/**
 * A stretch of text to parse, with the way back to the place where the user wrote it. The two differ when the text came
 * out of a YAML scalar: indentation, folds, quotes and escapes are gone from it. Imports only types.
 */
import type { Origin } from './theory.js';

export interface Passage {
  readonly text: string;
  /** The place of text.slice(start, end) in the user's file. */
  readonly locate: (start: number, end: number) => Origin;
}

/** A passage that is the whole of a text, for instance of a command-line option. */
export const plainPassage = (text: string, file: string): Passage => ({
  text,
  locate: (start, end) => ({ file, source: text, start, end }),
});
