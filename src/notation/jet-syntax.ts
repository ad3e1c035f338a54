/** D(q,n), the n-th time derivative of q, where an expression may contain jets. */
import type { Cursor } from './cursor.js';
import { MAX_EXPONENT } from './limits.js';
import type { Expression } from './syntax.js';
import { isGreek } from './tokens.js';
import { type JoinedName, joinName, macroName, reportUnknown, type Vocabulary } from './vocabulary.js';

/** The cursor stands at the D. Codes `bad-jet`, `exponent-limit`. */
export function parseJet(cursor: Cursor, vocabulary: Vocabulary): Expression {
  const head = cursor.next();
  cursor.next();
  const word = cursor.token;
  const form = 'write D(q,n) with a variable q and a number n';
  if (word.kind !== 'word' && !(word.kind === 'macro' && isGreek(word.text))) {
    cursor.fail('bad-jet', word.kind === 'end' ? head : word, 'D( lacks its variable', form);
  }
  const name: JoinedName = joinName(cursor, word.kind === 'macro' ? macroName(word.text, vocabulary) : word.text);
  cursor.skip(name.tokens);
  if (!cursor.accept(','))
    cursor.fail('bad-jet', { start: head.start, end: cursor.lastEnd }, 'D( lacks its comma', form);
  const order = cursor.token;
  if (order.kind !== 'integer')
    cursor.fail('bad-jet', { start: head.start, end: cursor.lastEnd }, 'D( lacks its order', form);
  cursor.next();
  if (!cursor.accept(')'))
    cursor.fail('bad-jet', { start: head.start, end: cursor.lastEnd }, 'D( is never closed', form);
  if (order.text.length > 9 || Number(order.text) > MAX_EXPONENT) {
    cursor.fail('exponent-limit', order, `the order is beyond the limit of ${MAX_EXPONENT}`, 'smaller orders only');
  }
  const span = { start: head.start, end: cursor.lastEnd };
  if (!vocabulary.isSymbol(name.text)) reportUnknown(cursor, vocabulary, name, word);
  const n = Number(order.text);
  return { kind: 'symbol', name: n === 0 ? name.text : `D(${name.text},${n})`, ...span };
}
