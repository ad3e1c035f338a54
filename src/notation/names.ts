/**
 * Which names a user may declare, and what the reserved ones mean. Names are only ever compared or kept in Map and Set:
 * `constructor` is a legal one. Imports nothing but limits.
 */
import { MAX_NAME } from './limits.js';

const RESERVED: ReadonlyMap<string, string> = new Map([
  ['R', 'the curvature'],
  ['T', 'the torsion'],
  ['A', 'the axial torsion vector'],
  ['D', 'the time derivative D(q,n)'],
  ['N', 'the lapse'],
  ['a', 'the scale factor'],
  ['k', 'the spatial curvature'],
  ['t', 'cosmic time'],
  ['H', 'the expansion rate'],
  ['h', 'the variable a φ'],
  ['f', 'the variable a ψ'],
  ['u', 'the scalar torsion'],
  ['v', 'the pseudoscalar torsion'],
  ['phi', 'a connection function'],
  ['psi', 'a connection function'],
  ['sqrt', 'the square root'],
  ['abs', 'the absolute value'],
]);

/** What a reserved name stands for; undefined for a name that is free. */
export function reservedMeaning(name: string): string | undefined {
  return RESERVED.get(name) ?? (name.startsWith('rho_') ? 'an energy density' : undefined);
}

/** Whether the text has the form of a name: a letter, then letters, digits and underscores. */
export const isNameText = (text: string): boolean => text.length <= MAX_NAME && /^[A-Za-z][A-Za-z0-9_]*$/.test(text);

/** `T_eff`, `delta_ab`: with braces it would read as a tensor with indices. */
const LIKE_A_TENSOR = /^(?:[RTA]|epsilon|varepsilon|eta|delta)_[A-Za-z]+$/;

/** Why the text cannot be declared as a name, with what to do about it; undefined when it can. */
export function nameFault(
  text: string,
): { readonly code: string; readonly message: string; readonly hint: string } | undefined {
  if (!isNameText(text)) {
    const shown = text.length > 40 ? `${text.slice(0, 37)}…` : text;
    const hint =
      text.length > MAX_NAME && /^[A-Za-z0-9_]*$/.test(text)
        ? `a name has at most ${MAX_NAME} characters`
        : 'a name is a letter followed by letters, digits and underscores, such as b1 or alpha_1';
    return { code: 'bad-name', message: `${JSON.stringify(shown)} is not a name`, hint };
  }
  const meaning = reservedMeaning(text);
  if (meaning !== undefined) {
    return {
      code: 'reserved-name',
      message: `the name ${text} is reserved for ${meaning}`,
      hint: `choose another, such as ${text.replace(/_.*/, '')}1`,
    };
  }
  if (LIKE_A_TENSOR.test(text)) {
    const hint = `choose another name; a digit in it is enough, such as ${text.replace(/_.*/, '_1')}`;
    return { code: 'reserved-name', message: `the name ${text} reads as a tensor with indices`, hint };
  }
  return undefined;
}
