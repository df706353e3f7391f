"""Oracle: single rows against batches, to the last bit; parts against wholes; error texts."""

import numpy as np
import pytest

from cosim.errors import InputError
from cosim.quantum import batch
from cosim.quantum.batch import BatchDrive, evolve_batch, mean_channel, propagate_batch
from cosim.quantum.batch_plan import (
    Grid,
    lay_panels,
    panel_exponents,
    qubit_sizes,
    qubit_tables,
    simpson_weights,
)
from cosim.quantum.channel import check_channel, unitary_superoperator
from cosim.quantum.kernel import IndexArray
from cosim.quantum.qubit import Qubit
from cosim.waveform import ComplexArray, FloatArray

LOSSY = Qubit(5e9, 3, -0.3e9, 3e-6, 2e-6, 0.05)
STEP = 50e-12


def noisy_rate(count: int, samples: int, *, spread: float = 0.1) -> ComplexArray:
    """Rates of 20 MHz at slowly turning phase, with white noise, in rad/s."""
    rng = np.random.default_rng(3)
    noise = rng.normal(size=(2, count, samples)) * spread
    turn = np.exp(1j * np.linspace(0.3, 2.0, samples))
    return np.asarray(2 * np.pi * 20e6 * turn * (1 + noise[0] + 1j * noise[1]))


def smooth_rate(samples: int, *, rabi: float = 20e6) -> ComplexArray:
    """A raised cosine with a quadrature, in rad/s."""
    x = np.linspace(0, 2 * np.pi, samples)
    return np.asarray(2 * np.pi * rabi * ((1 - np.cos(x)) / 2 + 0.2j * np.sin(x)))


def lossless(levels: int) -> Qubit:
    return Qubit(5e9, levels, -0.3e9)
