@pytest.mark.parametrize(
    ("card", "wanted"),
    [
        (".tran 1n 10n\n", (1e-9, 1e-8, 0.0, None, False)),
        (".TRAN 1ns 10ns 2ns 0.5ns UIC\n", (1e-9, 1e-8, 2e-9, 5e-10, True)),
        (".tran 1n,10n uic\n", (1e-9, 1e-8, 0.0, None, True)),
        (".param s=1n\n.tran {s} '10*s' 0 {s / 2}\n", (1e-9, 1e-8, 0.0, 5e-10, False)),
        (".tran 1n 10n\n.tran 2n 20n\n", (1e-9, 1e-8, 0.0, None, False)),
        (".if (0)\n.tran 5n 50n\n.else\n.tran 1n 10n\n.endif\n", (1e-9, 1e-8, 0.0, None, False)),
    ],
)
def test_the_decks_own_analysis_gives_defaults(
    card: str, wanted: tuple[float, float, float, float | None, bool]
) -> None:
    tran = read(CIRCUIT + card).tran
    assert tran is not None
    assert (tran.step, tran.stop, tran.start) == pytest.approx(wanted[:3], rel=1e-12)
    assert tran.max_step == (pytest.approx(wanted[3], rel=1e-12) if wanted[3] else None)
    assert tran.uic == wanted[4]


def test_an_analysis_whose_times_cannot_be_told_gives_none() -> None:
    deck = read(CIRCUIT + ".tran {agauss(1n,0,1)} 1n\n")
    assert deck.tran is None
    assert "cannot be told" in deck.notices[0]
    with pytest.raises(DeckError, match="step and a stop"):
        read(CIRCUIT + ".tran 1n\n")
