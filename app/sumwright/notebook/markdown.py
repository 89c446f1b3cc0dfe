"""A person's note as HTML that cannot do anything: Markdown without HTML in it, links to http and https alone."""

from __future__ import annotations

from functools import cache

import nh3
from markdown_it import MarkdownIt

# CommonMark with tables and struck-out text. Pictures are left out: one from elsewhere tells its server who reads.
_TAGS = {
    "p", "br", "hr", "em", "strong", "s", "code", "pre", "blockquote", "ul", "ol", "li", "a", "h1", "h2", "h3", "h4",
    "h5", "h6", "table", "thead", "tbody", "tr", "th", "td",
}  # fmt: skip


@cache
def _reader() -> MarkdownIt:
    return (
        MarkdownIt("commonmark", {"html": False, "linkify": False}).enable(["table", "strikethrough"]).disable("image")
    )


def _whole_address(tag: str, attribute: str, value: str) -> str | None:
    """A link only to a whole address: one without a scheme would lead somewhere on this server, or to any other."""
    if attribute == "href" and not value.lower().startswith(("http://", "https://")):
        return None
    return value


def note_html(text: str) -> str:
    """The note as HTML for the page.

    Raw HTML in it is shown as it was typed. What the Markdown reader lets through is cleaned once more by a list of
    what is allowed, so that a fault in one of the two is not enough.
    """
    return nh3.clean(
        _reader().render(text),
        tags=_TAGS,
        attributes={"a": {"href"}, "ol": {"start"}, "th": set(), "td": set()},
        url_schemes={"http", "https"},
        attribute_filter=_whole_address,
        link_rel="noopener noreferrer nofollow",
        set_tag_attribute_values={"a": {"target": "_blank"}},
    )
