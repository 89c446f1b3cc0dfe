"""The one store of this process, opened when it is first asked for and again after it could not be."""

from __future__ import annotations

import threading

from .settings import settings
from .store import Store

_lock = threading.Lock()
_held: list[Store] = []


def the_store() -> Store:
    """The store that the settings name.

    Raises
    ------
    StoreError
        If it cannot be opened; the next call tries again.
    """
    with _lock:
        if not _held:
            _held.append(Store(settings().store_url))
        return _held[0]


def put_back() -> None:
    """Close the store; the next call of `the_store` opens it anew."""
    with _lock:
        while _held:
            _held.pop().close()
== == ==
• **Activity**
Write out exactly the lines above from the line with "export function reservedMeaning(name: string): string" through the line with "name has at", both of them included, and leave out all other lines.

• **Exercise result**
export function reservedMeaning(name: string): string | undefined {
  return RESERVED.get(name) ?? (name.startsWith('rho_') ? 'an energy density' : undefined);
}

/** Whether the text has the form of a name: a letter, then letters, digits and underscores. */
export const isNameText = (text: string): boolean => text.length <= MAX_NAME && /^[A-Za-z][A-Za-z0-9_]*$/.test(text);

/** `T_eff`, `delta_ab`: with braces it would read as a tensor with indices. */
const LIKE_A_TENSOR = /^(?:[RTA]|epsilon|varepsilon|eta|delta)_[A-Za-z]+$/;

/** Why the text cannot be declared as a name, with what to do about it; undefined when it can. */
export function nameFault(
  text: string,
): { readonly code: string; readonly message: string; readonly hint: string } | undefined {
  if (!isNameText(text)) {
    const shown = text.length > 40 ? `${text.slice(0, 37)}…` : text;
    const hint =
      text.length > MAX_NAME && /^[A-Za-z0-9_]*$/.test(text)
        ? `a name has at most ${MAX_NAME} characters`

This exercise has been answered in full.